(Provided records)
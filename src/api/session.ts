import type {
  InvitationAcceptance,
  PasswordResetInput,
  PasswordResetRequest,
  Session,
  SignInInput,
} from '#shared/contracts/session'
import { session } from '#shared/contracts/session'
import { command, request } from './http'

export const signIn = (input: SignInInput): Promise<Session> =>
  request(session, 'POST', '/api/session', { body: input, isSigningIn: true })

export const readSession = (): Promise<Session> => request(session, 'GET', '/api/session', { isSigningIn: true })

export const refreshSession = (): Promise<void> => command('POST', '/api/session/refresh', { body: {}, isSigningIn: true })

export const signOut = (): Promise<void> => command('DELETE', '/api/session')

/** Answers the same for every address. */
export const requestPasswordReset = (input: PasswordResetRequest): Promise<void> =>
  command('POST', '/api/password-resets', { body: input, isSigningIn: true })

export const redeemPasswordReset = (input: PasswordResetInput): Promise<void> =>
  command('POST', '/api/password-resets/redeem', { body: input, isSigningIn: true })

export const acceptInvitation = (input: InvitationAcceptance): Promise<void> =>
  command('POST', '/api/invitations/redeem', { body: input, isSigningIn: true })
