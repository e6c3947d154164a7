import { z } from 'zod'
import type { CatalogueBlock } from '#shared/contracts/blockCatalogue'
import { catalogueBlock } from '#shared/contracts/blockCatalogue'
import { request } from './http'

export const listBlocks = (): Promise<CatalogueBlock[]> => request(z.array(catalogueBlock), 'GET', '/api/blocks')
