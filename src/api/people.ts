import { z } from 'zod'
import type { InvitationInput, Person, PersonChange } from '#shared/contracts/person'
import { person } from '#shared/contracts/person'
import { request } from './http'

export const listPeople = (): Promise<Person[]> => request(z.array(person), 'GET', '/api/people')

export const invitePerson = (input: InvitationInput, idempotencyKey: string): Promise<Person> =>
  request(person, 'POST', '/api/people', { body: input, idempotencyKey })

export const changePerson = (id: string, version: number, input: PersonChange): Promise<Person> =>
  request(person, 'PUT', `/api/people/${id}`, { body: input, version })
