import type { ApiErrorCode, ApiIssue } from '#shared/contracts/apiError'

/** The contract's codes, and two of the line itself: no answer came, or one that the contract does not know. */
export type FailureCode = ApiErrorCode | 'unreachable' | 'unreadable'

/** What an API call throws. Texts for the reader are chosen by `code`; `message` says what the server said. */
export class ApiFailure extends Error {
  constructor(
    readonly code: FailureCode,
    message: string,
    readonly issues: readonly ApiIssue[] = [],
    readonly requestId: string | null = null,
  ) {
    super(message)
    this.name = 'ApiFailure'
  }
}
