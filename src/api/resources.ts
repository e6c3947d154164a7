import { z } from 'zod'
import type {
  Gang,
  GangInput,
  Quotation,
  QuotationInput,
  RateMove,
  Resource,
  ResourceInput,
  ResourceKind,
} from '#shared/contracts/resource'
import { gang, quotation, rateMove, resource } from '#shared/contracts/resource'
import type { ResourcePage, ResourceSheet } from '#shared/contracts/resourceSheet'
import { resourcePage, resourceSheet } from '#shared/contracts/resourceSheet'
import { command, request } from './http'

/** What is asked for of a list of resources. */
export interface AskedResources {
  readonly search: string
  readonly kind: ResourceKind | null
  readonly page: number
}

const moves = z.array(rateMove)
const addressOf = (editionId: string, kind: 'resources' | 'gangs' | 'quotations', code = ''): string =>
  `/api/editions/${editionId}/${kind}${code === '' ? '' : `/${encodeURIComponent(code)}`}`

export function listResources(editionId: string, { search, kind, page }: AskedResources): Promise<ResourcePage> {
  const asked = new URLSearchParams({ search, page: String(page), ...(kind === null ? {} : { kind }) })
  return request(resourcePage, 'GET', `${addressOf(editionId, 'resources')}?${asked.toString()}`)
}

export const readResource = (editionId: string, code: string): Promise<ResourceSheet> =>
  request(resourceSheet, 'GET', addressOf(editionId, 'resources', code))

export const createResource = (editionId: string, input: ResourceInput, idempotencyKey: string): Promise<Resource> =>
  request(resource, 'POST', addressOf(editionId, 'resources'), { body: input, idempotencyKey })

export const changeResource = (editionId: string, version: number, input: ResourceInput): Promise<Resource> =>
  request(resource, 'PUT', addressOf(editionId, 'resources', input.code), { body: input, version })

export const removeResource = (editionId: string, code: string, version: number): Promise<void> =>
  command('DELETE', addressOf(editionId, 'resources', code), { version })

/** Which rates the change would move, and by how much; nothing is saved. */
export const previewResource = (editionId: string, input: ResourceInput): Promise<RateMove[]> =>
  request(moves, 'POST', `${addressOf(editionId, 'resources', input.code)}/preview`, { body: input })

/** Chooses the quotation that a resource takes its price from; null: none. */
export const chooseQuotation = (editionId: string, code: string, version: number, id: string | null): Promise<ResourceSheet> =>
  request(resourceSheet, 'PUT', `${addressOf(editionId, 'resources', code)}/choice`, { body: { quotation: id }, version })

export const previewChoice = (editionId: string, code: string, id: string | null): Promise<RateMove[]> =>
  request(moves, 'POST', `${addressOf(editionId, 'resources', code)}/choice/preview`, { body: { quotation: id } })

export const listGangs = (editionId: string): Promise<Gang[]> => request(z.array(gang), 'GET', addressOf(editionId, 'gangs'))

export const createGang = (editionId: string, input: GangInput, idempotencyKey: string): Promise<Gang> =>
  request(gang, 'POST', addressOf(editionId, 'gangs'), { body: input, idempotencyKey })

export const changeGang = (editionId: string, version: number, input: GangInput): Promise<Gang> =>
  request(gang, 'PUT', addressOf(editionId, 'gangs', input.code), { body: input, version })

export const removeGang = (editionId: string, code: string, version: number): Promise<void> =>
  command('DELETE', addressOf(editionId, 'gangs', code), { version })

export const previewGang = (editionId: string, input: GangInput): Promise<RateMove[]> =>
  request(moves, 'POST', `${addressOf(editionId, 'gangs', input.code)}/preview`, { body: input })

export const createQuotation = (editionId: string, input: QuotationInput, idempotencyKey: string): Promise<Quotation> =>
  request(quotation, 'POST', addressOf(editionId, 'quotations'), { body: input, idempotencyKey })

export const changeQuotation = (editionId: string, id: string, version: number, input: QuotationInput): Promise<Quotation> =>
  request(quotation, 'PUT', addressOf(editionId, 'quotations', id), { body: input, version })

export const removeQuotation = (editionId: string, id: string, version: number): Promise<void> =>
  command('DELETE', addressOf(editionId, 'quotations', id), { version })
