import { z } from 'zod'
import type {
  DraftInput,
  Edition,
  EditionInput,
  EditionStep,
  EditionWithRates,
  RateBook,
  RateBookInput,
} from '#shared/contracts/rateBook'
import { edition, editionWithRates, rateBook } from '#shared/contracts/rateBook'
import { command, request } from './http'

export const listRateBooks = (): Promise<RateBook[]> => request(z.array(rateBook), 'GET', '/api/rate-books')

export const readEdition = (id: string): Promise<EditionWithRates> => request(editionWithRates, 'GET', `/api/editions/${id}`)

export const createRateBook = (body: RateBookInput, idempotencyKey: string): Promise<RateBook> =>
  request(rateBook, 'POST', '/api/rate-books', { body, idempotencyKey })

export const createDraft = (bookId: string, body: DraftInput, idempotencyKey: string): Promise<Edition> =>
  request(edition, 'POST', `/api/rate-books/${bookId}/editions`, { body, idempotencyKey })

export const changeEdition = (id: string, version: number, body: EditionInput): Promise<Edition> =>
  request(edition, 'PUT', `/api/editions/${id}`, { body, version })

export const takeStep = (id: string, version: number, body: EditionStep): Promise<Edition> =>
  request(edition, 'POST', `/api/editions/${id}/steps`, { body, version })

export const discardDraft = (id: string, version: number): Promise<void> => command('DELETE', `/api/editions/${id}`, { version })
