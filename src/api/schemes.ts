import type { SchemeInput, StoredScheme } from '#shared/contracts/project'
import { storedScheme } from '#shared/contracts/project'
import { command, request } from './http'

export const createScheme = (projectId: string, input: SchemeInput, idempotencyKey: string): Promise<StoredScheme> =>
  request(storedScheme, 'POST', `/api/projects/${projectId}/schemes`, { body: input, idempotencyKey })

export const changeScheme = (
  projectId: string,
  id: string,
  version: number,
  input: SchemeInput,
  keepalive = false,
): Promise<StoredScheme> =>
  request(storedScheme, 'PUT', `/api/projects/${projectId}/schemes/${id}`, { body: input, version, keepalive })

export const removeScheme = (projectId: string, id: string, version: number): Promise<void> =>
  command('DELETE', `/api/projects/${projectId}/schemes/${id}`, { version })
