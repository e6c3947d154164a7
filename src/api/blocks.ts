import { z } from 'zod'
import type { BlockInput, CatalogueBlock } from '#shared/contracts/blockCatalogue'
import { catalogueBlock } from '#shared/contracts/blockCatalogue'
import { command, request } from './http'

export const listBlocks = (): Promise<CatalogueBlock[]> => request(z.array(catalogueBlock), 'GET', '/api/blocks')

export const createBlock = (input: BlockInput, idempotencyKey: string): Promise<CatalogueBlock> =>
  request(catalogueBlock, 'POST', '/api/blocks', { body: input, idempotencyKey })

export const changeBlock = (id: string, version: number, input: BlockInput): Promise<CatalogueBlock> =>
  request(catalogueBlock, 'PUT', `/api/blocks/${id}`, { body: input, version })

export const removeBlock = (id: string, version: number): Promise<void> => command('DELETE', `/api/blocks/${id}`, { version })
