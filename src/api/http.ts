import { apiError } from '#shared/contracts/apiError'
import type { z } from 'zod'
import { ApiFailure } from './apiFailure'

export type Method = 'GET' | 'POST' | 'PUT' | 'DELETE'

export interface RequestOptions {
  readonly body?: unknown
  /** A form with a file, in place of a body. */
  readonly form?: FormData
  /** Version of the row being changed: goes out as `If-Match`. */
  readonly version?: number
  /** Makes a creating POST safe to repeat. */
  readonly idempotencyKey?: string
  /** Sent even while the page is being left. */
  readonly keepalive?: boolean
  /** Answer 401 as a failure without asking for a new session: for signing in itself. */
  readonly isSigningIn?: boolean
}

let renewSession: () => Promise<boolean> = () => Promise.resolve(false)

/** Sets what is tried once when the session has run out: true when the call may be repeated. */
export function onUnauthenticated(hook: () => Promise<boolean>): void {
  renewSession = hook
}

function headersOf({ body, version, idempotencyKey }: RequestOptions): Headers {
  const headers = new Headers({ Accept: 'application/json', 'X-Requested-With': 'bothways' })
  if (body !== undefined) headers.set('Content-Type', 'application/json')
  if (version !== undefined) headers.set('If-Match', `"${version}"`)
  if (idempotencyKey !== undefined) headers.set('Idempotency-Key', idempotencyKey)
  return headers
}

async function send(method: Method, path: string, options: RequestOptions): Promise<Response> {
  const { body, form, keepalive = false } = options
  try {
    return await fetch(path, {
      method,
      headers: headersOf(options),
      credentials: 'same-origin',
      cache: 'no-store',
      keepalive,
      ...(form !== undefined ? { body: form } : body === undefined ? {} : { body: JSON.stringify(body) }),
    })
  } catch (cause) {
    throw new ApiFailure('unreachable', cause instanceof Error ? cause.message : 'no answer')
  }
}

async function failureOf(response: Response): Promise<ApiFailure> {
  const answer = apiError.safeParse(await response.json().catch(() => null))
  if (!answer.success) return new ApiFailure('unreadable', `the server answered ${response.status} without saying why`)
  const { code, message, issues, requestId } = answer.data
  return new ApiFailure(code, message, issues, requestId)
}

async function answered(method: Method, path: string, options: RequestOptions): Promise<Response> {
  const first = await send(method, path, options)
  const response =
    first.status === 401 && !options.isSigningIn && (await renewSession()) ? await send(method, path, options) : first
  if (!response.ok) throw await failureOf(response)
  return response
}

/** Calls the API and reads the answer by its contract. @throws ApiFailure */
export async function request<T extends z.ZodType>(
  schema: T,
  method: Method,
  path: string,
  options: RequestOptions = {},
): Promise<z.infer<T>> {
  const response = await answered(method, path, options)
  const answer = schema.safeParse(await response.json().catch(() => null))
  if (!answer.success) throw new ApiFailure('unreadable', `${method} ${path}: ${answer.error.message}`)
  return answer.data
}

/** Calls the API where success has no body to read. @throws ApiFailure */
export async function command(method: Method, path: string, options: RequestOptions = {}): Promise<void> {
  await answered(method, path, options)
}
(End Provided records)
Exercise aim:
Of all the entries above, retype exactly the lines from the line with "being left. */" to the line with "be repeated. */", both included, and no others.

Output of the task:
  /** Sent even while the page is being left. */
  readonly keepalive?: boolean
  /** Answer 401 as a failure without asking for a new session: for signing in itself. */
  readonly isSigningIn?: boolean
}

let renewSession: () => Promise<boolean> = () => Promise.resolve(false)

/** Sets what is tried once when the session has run out: true when the call may be repeated. */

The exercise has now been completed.